Exercise goal
Every entry that follows should be output again, word for word.
BEGIN Provided information
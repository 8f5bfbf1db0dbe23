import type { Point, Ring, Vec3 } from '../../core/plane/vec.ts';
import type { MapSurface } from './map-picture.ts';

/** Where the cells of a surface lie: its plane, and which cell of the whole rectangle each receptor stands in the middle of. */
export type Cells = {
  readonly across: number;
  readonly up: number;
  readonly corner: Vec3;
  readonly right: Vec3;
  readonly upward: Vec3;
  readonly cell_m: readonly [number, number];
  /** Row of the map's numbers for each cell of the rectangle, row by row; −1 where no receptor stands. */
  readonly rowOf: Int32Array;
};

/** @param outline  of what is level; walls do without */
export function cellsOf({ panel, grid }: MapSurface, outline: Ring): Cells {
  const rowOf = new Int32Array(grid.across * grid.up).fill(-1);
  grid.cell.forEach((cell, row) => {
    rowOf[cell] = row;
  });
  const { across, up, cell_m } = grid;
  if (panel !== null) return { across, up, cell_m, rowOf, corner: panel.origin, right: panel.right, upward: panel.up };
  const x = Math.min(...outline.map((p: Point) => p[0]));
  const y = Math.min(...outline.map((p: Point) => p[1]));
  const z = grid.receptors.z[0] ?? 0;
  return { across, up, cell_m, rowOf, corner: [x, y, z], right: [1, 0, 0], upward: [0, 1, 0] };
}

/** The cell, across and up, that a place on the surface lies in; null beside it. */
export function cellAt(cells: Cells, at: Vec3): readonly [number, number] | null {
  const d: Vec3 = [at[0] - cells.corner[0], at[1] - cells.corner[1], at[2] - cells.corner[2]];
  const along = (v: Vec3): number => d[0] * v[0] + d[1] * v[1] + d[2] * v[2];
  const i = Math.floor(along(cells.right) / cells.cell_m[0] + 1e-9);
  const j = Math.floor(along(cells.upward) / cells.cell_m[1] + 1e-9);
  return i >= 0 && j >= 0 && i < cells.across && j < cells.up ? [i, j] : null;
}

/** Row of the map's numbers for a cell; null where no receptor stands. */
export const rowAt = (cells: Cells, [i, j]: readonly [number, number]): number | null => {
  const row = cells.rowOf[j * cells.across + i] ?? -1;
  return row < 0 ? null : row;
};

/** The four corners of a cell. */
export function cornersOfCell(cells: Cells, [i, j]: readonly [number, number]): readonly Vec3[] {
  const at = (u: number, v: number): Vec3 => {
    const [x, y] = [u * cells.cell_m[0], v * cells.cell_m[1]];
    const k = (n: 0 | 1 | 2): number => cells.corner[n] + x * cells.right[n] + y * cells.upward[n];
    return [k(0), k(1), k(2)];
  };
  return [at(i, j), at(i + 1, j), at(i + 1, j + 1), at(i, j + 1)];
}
END Provided information
Exercise output
repository 8f5bfbf1db0dbe23
import type { Point, Ring, Vec3 } from '../../core/plane/vec.ts';
import type { MapSurface } from './map-picture.ts';

/** Where the cells of a surface lie: its plane, and which cell of the whole rectangle each receptor stands in the middle of. */
export type Cells = {
  readonly across: number;
  readonly up: number;
  readonly corner: Vec3;
  readonly right: Vec3;
  readonly upward: Vec3;
  readonly cell_m: readonly [number, number];
  /** Row of the map's numbers for each cell of the rectangle, row by row; −1 where no receptor stands. */
  readonly rowOf: Int32Array;
};

/** @param outline  of what is level; walls do without */
export function cellsOf({ panel, grid }: MapSurface, outline: Ring): Cells {
  const rowOf = new Int32Array(grid.across * grid.up).fill(-1);
  grid.cell.forEach((cell, row) => {
    rowOf[cell] = row;
  });
  const { across, up, cell_m } = grid;
  if (panel !== null) return { across, up, cell_m, rowOf, corner: panel.origin, right: panel.right, upward: panel.up };
  const x = Math.min(...outline.map((p: Point) => p[0]));
  const y = Math.min(...outline.map((p: Point) => p[1]));
  const z = grid.receptors.z[0] ?? 0;
  return { across, up, cell_m, rowOf, corner: [x, y, z], right: [1, 0, 0], upward: [0, 1, 0] };
}

/** The cell, across and up, that a place on the surface lies in; null beside it. */
export function cellAt(cells: Cells, at: Vec3): readonly [number, number] | null {
  const d: Vec3 = [at[0] - cells.corner[0], at[1] - cells.corner[1], at[2] - cells.corner[2]];
  const along = (v: Vec3): number => d[0] * v[0] + d[1] * v[1] + d[2] * v[2];
  const i = Math.floor(along(cells.right) / cells.cell_m[0] + 1e-9);
  const j = Math.floor(along(cells.upward) / cells.cell_m[1] + 1e-9);
  return i >= 0 && j >= 0 && i < cells.across && j < cells.up ? [i, j] : null;
}

/** Row of the map's numbers for a cell; null where no receptor stands. */
export const rowAt = (cells: Cells, [i, j]: readonly [number, number]): number | null => {
  const row = cells.rowOf[j * cells.across + i] ?? -1;
  return row < 0 ? null : row;
};

/** The four corners of a cell. */
export function cornersOfCell(cells: Cells, [i, j]: readonly [number, number]): readonly Vec3[] {
  const at = (u: number, v: number): Vec3 => {
    const [x, y] = [u * cells.cell_m[0], v * cells.cell_m[1]];
    const k = (n: 0 | 1 | 2): number => cells.corner[n] + x * cells.right[n] + y * cells.upward[n];
    return [k(0), k(1), k(2)];
  };
  return [at(i, j), at(i + 1, j), at(i + 1, j + 1), at(i, j + 1)];
}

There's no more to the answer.